A (simple) Tool for Creating Better Synthetic Images for ML Training
Tool 1 of 3: Dither the components inside an object in a USD file to create realistic differences from the ‘perfect’— to create a more robustly trained ML model by adding thousands of these new training objects to your training set. https://github.com/pgaston/ditherusd
Training an ML vision model is generally straightforward. Choose your model architecture, e.g., ‘YOLO’ or ‘key points’, or … and then train the model with lots (and lots) of training images.
But, getting real training data can be difficult — it’s not just the images themselves, but also the annotation — for key points — where exactly are they? for YOLO — where is the bounding box around the object(s) of interest?
Enter synthetic data. Made up images that are already annotated. Useful to get started as they’re quick and simple to create. They are useful over time as they can handle difficult-to-create physical scenes, even dangerous scenes — think of a child chasing a ball into a street.
Is this all you need? No. There is an entire area called Sim2Real that works on the challenges — Does synthetic data help? Can it replace real data? What’s the best approach? For now, I’ve personally internalized some working assumptions:
- Start with synthetic data. It’s easy to obtain in quantity.
- You’ll always tune your model at the end with real images. The more real the better.
- The more overall data the better. But I’ve never had luck with more than 90% synthetic data.
- The better the quality of the image the more useful it is in training. Cartoon-esque images just don’t cut it. Hence my use of USD and NVidia Isaac Sim.
- Lots of variations across your synthetic training images are critical. That’s the idea for this tool! The easy things — lighting, size, and positioning are, well easy. Very important, and the point of this paper is the real-world differences that exist in objects — a simple CAD-based object is too perfect and won’t help training after a certain point.
Using a platform such as the one I use, NVidia Isaac Sim, and a tool NVidia provides —Replicator/Composer (Replicator seems to be the NVidia name, composer.py is the actual code to run…) — I can create thousands and thousands of images quite easily. And, at the cutting edge of photo-realism. Creating many variations of the core object using this tool makes my resulting model much more robust.
The Tool — Example
Imagine that you’re creating the vision system for an automated forklift to find the location (pose) of a pallet — as accurately as you can.
The normal image of a (synthetic) pallet looks like this. This image comes from NVidia Isaac Sim. The data object behind this object came from a CAD tool and was exported as a USD file.
Note — USD files, short for universal scene description are a standard that comes from Pixar and is being adopted as a future standard by companies such as Apple, Adobe, and of course NVidia.
BTW, this is a “GMA” type of pallet, common in North America. The ones in the image above are known as “Euro” type pallets. There are many variants.
So let’s dither some of the key things that will occur in the real world — boards will be off-center, rotated, different sizes, and more. This is what this tool does!
Here are some examples. The color of the affected boards is accentuated so that it can be easily viewed. In practice, you may or may not change the color.

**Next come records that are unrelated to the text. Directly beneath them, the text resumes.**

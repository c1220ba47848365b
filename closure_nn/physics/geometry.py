r"""Cross-section geometry of separated gas-liquid flow in a circular pipe.

Two configurations, both described by one dimensionless unknown ``frac``:

* **stratified** (Taitel & Dukler 1976, AIChE J. 22(1):47-55, Fig. 2 and Appendix):
  ``frac = h/D``, liquid layer of height h at the bottom, flat interface.
  With the wetted angle :math:`\beta = 2\arccos(1 - 2h/D)`:

  .. math::
     A_L = \tfrac{D^2}{8}(\beta - \sin\beta),\quad S_L = \tfrac{D\beta}{2},\quad
     S_i = D\sin\tfrac{\beta}{2},\quad A_G = A - A_L,\quad S_G = \pi D - S_L

* **annular** (uniform film, e.g. Wallis 1969, *One-dimensional Two-phase Flow*, ch. 11):
  ``frac = delta/D``, film of thickness delta on the whole wall, gas core of diameter D - 2 delta:

  .. math::
     A_L = \pi D^2(\tilde\delta - \tilde\delta^2),\quad A_G = \tfrac{\pi}{4}(D-2\delta)^2,\quad
     S_L = \pi D,\quad S_G = 0,\quad S_i = \pi (D - 2\delta)

Hydraulic diameters follow Agrawal et al. (1973) as used by Taitel & Dukler (1976):
D_L = 4 A_L / S_L (liquid as an open channel), D_G = 4 A_G / (S_G + S_i) (gas as a closed duct).
In both configurations dA_L/d(frac D) = S_i.

Units: D [m], areas [m2], perimeters [m].
"""
from __future__ import annotations

from dataclasses import dataclass
from functools import cached_property

import torch

from .implicit import attach_implicit_grad
from .vocabulary import CONFIG_ANNULAR, CONFIG_STRATIFIED

#: the separated configurations (the one vocabulary in physics/vocabulary.py; the short names are
#: this module's, as the configuration ``kind`` of a geometry)
STRATIFIED = CONFIG_STRATIFIED
ANNULAR = CONFIG_ANNULAR
#: upper bound of ``frac`` for each configuration (h/D < 1, delta/D < 1/2)
FRAC_MAX = {STRATIFIED: 1.0, ANNULAR: 0.5}


@dataclass(frozen=True)
class SeparatedGeometry:
    """Cross section of separated flow (shape ``(*batch)``), stored dimensionless: areas as shares
    of the pipe area A, perimeters per unit diameter D. A level-only quantity (``a_L``, ``s_L``...)
    keeps the shape of ``frac``, so a grid of trial levels shared by many states is computed once
    and broadcast against the states' D.

    Dimensional areas [m2], perimeters [m] and hydraulic diameters [m] are derived on first use and
    cached."""

    kind: str
    frac: torch.Tensor  # h/D (stratified) or delta/D (annular) [-]
    D: torch.Tensor  # pipe diameter [m]
    a_L: torch.Tensor  # A_L / A [-]
    a_G: torch.Tensor  # A_G / A [-]
    s_L: torch.Tensor  # S_L / D [-]
    s_G: torch.Tensor  # S_G / D [-]
    s_i: torch.Tensor  # S_i / D [-]

    @cached_property
    def area(self) -> torch.Tensor:
        """Pipe cross-section A = pi D^2 / 4 [m2]."""
        return torch.pi * self.D**2 / 4

    @cached_property
    def A_L(self) -> torch.Tensor:
        """Liquid layer or film area [m2]."""
        return self.area * self.a_L

    @cached_property
    def A_G(self) -> torch.Tensor:
        """Gas (core) area [m2]."""
        return self.area * self.a_G

    @cached_property
    def S_L(self) -> torch.Tensor:
        """Liquid-wetted perimeter [m]."""
        return self.D * self.s_L

    @cached_property
    def S_G(self) -> torch.Tensor:
        """Gas-wetted perimeter [m]."""
        return self.D * self.s_G

    @cached_property
    def S_i(self) -> torch.Tensor:
        """Interface width (stratified) or perimeter (annular) [m]."""
        return self.D * self.s_i

    @cached_property
    def d_L(self) -> torch.Tensor:
        """Liquid hydraulic diameter per pipe diameter, D_L / D = pi a_L / s_L [-]."""
        return torch.pi * self.a_L / self.s_L

    @cached_property
    def d_G(self) -> torch.Tensor:
        """Gas hydraulic diameter per pipe diameter, D_G / D = pi a_G / (s_G + s_i) [-]."""
        return torch.pi * self.a_G / (self.s_G + self.s_i)

    @cached_property
    def D_L(self) -> torch.Tensor:
        """Liquid hydraulic diameter 4 A_L / S_L [m]."""
        return self.D * self.d_L

    @cached_property
    def D_G(self) -> torch.Tensor:
        """Gas hydraulic diameter 4 A_G / (S_G + S_i) [m]."""
        return self.D * self.d_G

    @property
    def liquid_fraction(self) -> torch.Tensor:
        """Share of the cross section occupied by the liquid layer or film, A_L / A [-]."""
        return self.a_L

    @property
    def dAL_dh(self) -> torch.Tensor:
        """d A_L / d h = S_i [m] (h the layer height or film thickness)."""
        return self.S_i


def stratified(h_D: torch.Tensor, D: torch.Tensor) -> SeparatedGeometry:
    """Stratified geometry from the liquid height ratio h/D in (0, 1) [-] and diameter D [m].

    Source: Taitel & Dukler (1976), AIChE J. 22(1):47-55, Appendix (A_L/A = (beta - sin beta) / (2 pi),
    S_L/D = beta/2, S_i/D = sin(beta/2)).

    >>> g = stratified(torch.tensor(0.5, dtype=torch.float64), torch.tensor(1.0, dtype=torch.float64))
    >>> round(float(g.A_L / g.area), 12), round(float(g.S_i), 12), round(float(g.S_L), 12)
    (0.5, 1.0, 1.570796326795)
    """
    beta = 2 * torch.acos((1 - 2 * h_D).clamp(-1.0, 1.0))
    a_L = (beta - torch.sin(beta)) / (2 * torch.pi)
    s_L = beta / 2
    return SeparatedGeometry(
        kind=STRATIFIED, frac=h_D, D=D, a_L=a_L, a_G=1 - a_L, s_L=s_L,
        s_G=torch.pi - s_L, s_i=torch.sin(s_L),
    )


def annular(delta_D: torch.Tensor, D: torch.Tensor) -> SeparatedGeometry:
    """Uniform annular-film geometry from delta/D in (0, 1/2) [-] and diameter D [m].

    Source: Wallis (1969), *One-dimensional Two-phase Flow*, McGraw-Hill, sec. 11.

    >>> g = annular(torch.tensor(0.05, dtype=torch.float64), torch.tensor(0.1, dtype=torch.float64))
    >>> round(float(g.A_L / g.area), 6)  # 1 - (1 - 2*0.05)^2 = 0.19
    0.19
    """
    core = 1 - 2 * delta_D
    a_G = core**2
    return SeparatedGeometry(
        kind=ANNULAR, frac=delta_D, D=D, a_L=1 - a_G, a_G=a_G, s_L=torch.full_like(core, torch.pi),
        s_G=torch.zeros_like(core), s_i=torch.pi * core,
    )


def separated(kind: str, frac: torch.Tensor, D: torch.Tensor) -> SeparatedGeometry:
    """Dispatch to :func:`stratified` or :func:`annular` by ``kind``."""
    if kind == STRATIFIED:
        return stratified(frac, D)
    if kind == ANNULAR:
        return annular(frac, D)
    raise ValueError(f"unknown separated-flow geometry {kind!r}; expected 'stratified' or 'annular'")


def _segment_fraction(beta: torch.Tensor) -> torch.Tensor:
    return (beta - torch.sin(beta)) / (2 * torch.pi)


def h_from_holdup(holdup: torch.Tensor) -> torch.Tensor:
    r"""Invert the stratified geometry: h/D [-] from the liquid area fraction A_L/A [-].

    Solves :math:`(\beta - \sin\beta)/(2\pi) = A_L/A` for the wetted angle by vectorised
    bisection (60 halvings of [0, 2 pi], error < 1e-16) and returns
    :math:`h/D = (1 - \cos(\beta/2))/2`. Differentiable through the implicit function theorem.

    >>> round(float(h_from_holdup(torch.tensor(0.5, dtype=torch.float64))), 12)
    0.5
    """
    H = holdup.detach().to(torch.float64)
    lo = torch.zeros_like(H)
    hi = torch.full_like(H, 2 * torch.pi)
    for _ in range(60):
        mid = (lo + hi) / 2
        below = _segment_fraction(mid) < H
        lo = torch.where(below, mid, lo)
        hi = torch.where(below, hi, mid)
    beta = attach_implicit_grad((lo + hi) / 2, lambda b: _segment_fraction(b) - holdup)
    return (1 - torch.cos(beta / 2)) / 2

And more — you can create as many variants as you’d like…
The full synthetic creation pipeline
The full pipeline:
- This tool creates a myriad of interesting varieties of one or more objects of high interest.
- NVidia Replicator/Composer then builds many interesting scenes, where this object is most probably of primary interest. Common scene complexities include object position, other object placement (including ‘distractors’), lighting, wall and floor textures, and more.
- Follow-on processing to convert the Replicator/Composer output, say image and annotation data into input for your ML training. One example might be the COCO format.
- Train! (Review/think, repeat…)
Here is an example of the output from Replicator/Composer showing a created, synthetic image. Accompanying this from Replicator/Composer is metadata about this image, e.g., pose, bounding boxes, and more, also emerge from the tool.
dither.py — the tool
Get started:
- Clone the repository: https://github.com/pgaston/ditherusd
- Follow the installation instructions from there, namely identify what you plan to dither inside your USD file, create the YAML file that this tool uses to perform the dithering, and then integrate this into your NVidia Replicator/Composer tool.
Good luck!
BTW, this is tool 1 of 3, related to improving synthetic data using the NVidia Replicator/Composer tool, essentially filling in some needed capabilities:
- Modifying an existing USD object real world appearance — this tool.
- Adding defects in terms of laying images onto a USD object, say of cracks. Existing tools exist — I plan on incorporating one or more approaches into my tools for ease of use.
- Adding on to an existing USD object with additional objects. For example, a pallet is usually carrying boxes, which may or may not have plastic shrink wrap over it. I’d like to train my pallet detector on this — yet Replicator/composer can not keep multiple objects together.